YOUR TASK — Pick out all lines of the entries that include the word "upper" and copy them.
============
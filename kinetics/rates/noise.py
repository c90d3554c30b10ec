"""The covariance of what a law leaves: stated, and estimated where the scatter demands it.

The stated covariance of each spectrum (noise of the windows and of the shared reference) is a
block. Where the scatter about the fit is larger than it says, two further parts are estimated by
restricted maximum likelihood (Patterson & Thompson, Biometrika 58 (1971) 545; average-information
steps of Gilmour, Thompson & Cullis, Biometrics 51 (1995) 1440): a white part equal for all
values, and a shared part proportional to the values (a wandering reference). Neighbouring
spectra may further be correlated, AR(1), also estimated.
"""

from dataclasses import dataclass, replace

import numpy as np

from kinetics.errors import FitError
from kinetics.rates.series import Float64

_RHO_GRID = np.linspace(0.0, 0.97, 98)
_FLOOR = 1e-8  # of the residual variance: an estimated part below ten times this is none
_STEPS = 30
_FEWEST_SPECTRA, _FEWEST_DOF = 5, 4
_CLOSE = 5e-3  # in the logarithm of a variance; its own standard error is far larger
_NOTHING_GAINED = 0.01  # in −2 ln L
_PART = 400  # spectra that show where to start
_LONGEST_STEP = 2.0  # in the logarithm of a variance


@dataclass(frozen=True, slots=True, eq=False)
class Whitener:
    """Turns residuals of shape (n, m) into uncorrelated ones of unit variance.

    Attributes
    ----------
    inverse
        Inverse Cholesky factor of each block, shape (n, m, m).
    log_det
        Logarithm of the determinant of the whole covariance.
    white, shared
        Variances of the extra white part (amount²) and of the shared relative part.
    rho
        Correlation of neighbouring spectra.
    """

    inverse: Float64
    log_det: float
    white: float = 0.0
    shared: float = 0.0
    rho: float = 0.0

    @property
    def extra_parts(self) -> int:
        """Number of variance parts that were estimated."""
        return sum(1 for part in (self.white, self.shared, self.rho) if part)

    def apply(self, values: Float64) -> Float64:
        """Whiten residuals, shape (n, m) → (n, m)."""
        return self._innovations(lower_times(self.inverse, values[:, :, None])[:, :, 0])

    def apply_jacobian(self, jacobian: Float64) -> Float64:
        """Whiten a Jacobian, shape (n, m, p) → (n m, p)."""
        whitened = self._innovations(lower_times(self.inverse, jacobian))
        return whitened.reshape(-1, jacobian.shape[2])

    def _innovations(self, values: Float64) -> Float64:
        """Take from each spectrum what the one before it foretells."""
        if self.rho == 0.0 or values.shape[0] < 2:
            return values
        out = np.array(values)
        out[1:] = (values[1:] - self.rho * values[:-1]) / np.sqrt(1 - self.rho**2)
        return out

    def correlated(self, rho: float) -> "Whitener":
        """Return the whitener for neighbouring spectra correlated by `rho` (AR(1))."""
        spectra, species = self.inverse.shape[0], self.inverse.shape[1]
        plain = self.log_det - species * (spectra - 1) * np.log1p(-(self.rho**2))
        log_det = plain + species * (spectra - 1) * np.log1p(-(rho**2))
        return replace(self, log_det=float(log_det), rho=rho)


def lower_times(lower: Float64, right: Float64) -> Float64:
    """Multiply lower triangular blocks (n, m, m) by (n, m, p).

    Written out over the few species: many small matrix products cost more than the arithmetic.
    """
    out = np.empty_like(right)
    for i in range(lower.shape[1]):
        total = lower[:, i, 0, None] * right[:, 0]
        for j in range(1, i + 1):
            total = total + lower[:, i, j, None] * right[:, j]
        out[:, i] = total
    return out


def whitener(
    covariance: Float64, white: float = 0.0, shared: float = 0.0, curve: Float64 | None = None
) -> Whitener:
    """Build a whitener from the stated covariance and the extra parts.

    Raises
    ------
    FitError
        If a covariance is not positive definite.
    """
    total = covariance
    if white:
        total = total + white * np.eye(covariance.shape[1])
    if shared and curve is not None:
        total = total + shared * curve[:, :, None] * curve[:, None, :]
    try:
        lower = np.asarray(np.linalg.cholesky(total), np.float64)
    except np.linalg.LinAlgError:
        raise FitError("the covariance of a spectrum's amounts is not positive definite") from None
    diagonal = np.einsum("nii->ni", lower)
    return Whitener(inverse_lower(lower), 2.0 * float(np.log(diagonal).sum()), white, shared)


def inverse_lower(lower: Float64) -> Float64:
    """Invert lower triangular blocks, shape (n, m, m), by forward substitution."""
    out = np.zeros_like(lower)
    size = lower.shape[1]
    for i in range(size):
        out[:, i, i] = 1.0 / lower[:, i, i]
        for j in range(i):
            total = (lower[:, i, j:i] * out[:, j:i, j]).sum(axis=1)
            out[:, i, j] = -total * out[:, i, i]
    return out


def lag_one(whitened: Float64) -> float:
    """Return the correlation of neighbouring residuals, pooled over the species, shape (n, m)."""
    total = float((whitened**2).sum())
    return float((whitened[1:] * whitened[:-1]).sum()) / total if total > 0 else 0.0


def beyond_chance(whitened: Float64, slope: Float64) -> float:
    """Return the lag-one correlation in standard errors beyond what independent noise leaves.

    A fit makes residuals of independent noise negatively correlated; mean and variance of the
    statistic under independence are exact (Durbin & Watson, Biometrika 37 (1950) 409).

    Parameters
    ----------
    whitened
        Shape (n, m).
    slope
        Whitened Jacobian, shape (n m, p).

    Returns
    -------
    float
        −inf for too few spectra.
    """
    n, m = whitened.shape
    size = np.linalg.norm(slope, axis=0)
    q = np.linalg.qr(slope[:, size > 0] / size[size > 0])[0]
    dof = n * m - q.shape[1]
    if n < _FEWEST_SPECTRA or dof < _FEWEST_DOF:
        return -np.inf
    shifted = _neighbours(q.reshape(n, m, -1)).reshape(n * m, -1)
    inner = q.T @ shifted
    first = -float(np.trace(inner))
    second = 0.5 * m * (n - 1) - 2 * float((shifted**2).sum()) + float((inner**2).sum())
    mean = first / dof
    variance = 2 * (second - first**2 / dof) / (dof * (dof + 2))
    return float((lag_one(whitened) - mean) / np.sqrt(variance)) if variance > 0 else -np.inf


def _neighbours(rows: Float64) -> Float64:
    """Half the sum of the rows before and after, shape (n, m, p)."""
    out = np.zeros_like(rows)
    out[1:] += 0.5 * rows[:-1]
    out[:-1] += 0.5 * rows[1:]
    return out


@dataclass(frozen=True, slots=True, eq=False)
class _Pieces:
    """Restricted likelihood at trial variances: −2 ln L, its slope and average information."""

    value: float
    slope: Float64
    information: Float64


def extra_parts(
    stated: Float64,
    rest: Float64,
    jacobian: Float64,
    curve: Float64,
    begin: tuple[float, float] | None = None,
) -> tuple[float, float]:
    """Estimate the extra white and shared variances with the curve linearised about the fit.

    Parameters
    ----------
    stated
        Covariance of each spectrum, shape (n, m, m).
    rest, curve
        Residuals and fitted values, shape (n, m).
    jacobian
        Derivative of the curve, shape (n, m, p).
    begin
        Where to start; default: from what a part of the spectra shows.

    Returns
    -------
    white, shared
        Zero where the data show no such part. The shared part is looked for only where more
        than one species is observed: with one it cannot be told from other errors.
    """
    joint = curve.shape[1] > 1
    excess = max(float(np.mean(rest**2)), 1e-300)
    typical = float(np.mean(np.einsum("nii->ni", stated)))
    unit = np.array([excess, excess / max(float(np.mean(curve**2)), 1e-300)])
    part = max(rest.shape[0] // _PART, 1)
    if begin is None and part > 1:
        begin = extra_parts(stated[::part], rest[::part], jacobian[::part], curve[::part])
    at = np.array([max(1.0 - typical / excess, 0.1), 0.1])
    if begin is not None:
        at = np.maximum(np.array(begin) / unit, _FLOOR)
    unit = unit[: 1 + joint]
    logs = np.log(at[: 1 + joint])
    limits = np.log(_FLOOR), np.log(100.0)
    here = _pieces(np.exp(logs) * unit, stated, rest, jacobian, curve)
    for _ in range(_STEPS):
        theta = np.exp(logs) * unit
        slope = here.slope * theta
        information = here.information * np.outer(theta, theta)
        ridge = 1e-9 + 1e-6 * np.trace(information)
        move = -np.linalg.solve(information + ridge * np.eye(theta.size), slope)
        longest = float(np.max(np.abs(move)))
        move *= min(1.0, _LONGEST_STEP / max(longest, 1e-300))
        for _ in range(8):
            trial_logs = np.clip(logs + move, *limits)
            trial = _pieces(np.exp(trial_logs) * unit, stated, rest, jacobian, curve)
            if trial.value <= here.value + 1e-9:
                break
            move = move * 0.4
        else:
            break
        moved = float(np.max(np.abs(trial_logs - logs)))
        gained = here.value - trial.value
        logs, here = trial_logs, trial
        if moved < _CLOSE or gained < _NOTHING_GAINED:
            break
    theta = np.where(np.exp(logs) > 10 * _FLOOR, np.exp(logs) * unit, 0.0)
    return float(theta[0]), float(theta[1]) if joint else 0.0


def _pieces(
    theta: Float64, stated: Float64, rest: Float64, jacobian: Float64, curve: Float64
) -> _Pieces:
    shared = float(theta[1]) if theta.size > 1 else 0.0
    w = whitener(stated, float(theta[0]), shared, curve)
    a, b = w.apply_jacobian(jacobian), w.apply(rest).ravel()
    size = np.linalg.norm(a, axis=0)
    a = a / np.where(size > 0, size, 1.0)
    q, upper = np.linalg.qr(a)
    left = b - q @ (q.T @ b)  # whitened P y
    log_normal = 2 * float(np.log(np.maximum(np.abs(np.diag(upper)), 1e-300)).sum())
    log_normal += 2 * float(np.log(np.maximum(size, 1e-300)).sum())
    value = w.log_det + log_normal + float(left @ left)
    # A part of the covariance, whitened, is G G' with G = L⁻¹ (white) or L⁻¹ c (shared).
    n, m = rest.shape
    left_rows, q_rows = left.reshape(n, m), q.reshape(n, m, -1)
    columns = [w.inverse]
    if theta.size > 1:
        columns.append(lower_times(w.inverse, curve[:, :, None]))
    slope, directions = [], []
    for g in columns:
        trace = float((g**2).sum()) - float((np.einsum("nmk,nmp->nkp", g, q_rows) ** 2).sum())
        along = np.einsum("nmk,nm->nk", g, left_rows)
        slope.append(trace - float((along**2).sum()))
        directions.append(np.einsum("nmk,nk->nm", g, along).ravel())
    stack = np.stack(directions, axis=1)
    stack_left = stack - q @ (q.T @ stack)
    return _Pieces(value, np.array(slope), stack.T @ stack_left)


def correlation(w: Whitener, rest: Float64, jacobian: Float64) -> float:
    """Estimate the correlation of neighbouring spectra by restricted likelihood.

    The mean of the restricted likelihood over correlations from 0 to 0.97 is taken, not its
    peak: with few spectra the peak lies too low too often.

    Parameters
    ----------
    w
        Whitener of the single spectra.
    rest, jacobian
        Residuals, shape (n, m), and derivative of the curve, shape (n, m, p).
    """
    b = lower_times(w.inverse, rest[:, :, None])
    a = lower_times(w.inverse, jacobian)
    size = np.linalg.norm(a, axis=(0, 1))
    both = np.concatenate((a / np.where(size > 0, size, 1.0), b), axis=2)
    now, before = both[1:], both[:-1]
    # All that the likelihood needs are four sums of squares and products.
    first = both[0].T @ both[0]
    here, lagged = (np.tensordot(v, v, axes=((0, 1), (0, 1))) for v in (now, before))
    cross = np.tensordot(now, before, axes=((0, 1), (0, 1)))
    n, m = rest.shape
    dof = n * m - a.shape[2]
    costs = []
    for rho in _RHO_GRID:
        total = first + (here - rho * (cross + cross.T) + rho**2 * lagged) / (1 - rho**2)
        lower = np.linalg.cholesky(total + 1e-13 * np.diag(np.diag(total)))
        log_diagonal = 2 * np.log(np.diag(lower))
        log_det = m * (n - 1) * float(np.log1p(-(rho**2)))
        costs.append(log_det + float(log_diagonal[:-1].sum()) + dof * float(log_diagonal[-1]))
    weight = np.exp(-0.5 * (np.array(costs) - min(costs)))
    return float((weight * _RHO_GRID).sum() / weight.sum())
============
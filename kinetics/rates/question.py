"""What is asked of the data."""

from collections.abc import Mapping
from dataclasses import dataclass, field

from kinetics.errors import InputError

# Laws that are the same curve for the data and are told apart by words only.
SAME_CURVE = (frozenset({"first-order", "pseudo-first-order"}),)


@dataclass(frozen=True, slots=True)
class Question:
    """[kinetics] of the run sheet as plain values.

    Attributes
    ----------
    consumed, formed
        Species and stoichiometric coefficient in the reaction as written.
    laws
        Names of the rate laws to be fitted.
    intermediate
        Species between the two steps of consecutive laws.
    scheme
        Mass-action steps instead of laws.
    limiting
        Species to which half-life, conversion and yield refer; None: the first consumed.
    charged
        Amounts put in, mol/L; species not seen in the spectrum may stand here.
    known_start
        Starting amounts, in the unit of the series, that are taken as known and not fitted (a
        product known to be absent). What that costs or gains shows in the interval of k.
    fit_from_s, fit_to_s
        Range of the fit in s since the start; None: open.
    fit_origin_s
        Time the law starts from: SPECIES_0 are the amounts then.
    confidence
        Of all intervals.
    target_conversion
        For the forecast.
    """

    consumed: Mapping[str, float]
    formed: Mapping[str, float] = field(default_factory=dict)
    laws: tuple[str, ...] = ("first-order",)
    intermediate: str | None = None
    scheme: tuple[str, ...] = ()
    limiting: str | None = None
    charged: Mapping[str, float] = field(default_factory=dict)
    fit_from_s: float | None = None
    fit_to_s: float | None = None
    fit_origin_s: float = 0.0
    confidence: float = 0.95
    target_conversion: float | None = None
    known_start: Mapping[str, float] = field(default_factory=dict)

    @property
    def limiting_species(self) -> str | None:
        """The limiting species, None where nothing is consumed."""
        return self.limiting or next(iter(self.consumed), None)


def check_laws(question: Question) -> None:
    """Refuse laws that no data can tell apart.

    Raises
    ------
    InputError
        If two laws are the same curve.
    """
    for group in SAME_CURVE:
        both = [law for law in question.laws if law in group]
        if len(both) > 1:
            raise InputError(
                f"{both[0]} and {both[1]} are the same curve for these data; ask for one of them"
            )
============
THE COMPLETED TASK —
    q, upper = np.linalg.qr(a)
    log_normal = 2 * float(np.log(np.maximum(np.abs(np.diag(upper)), 1e-300)).sum())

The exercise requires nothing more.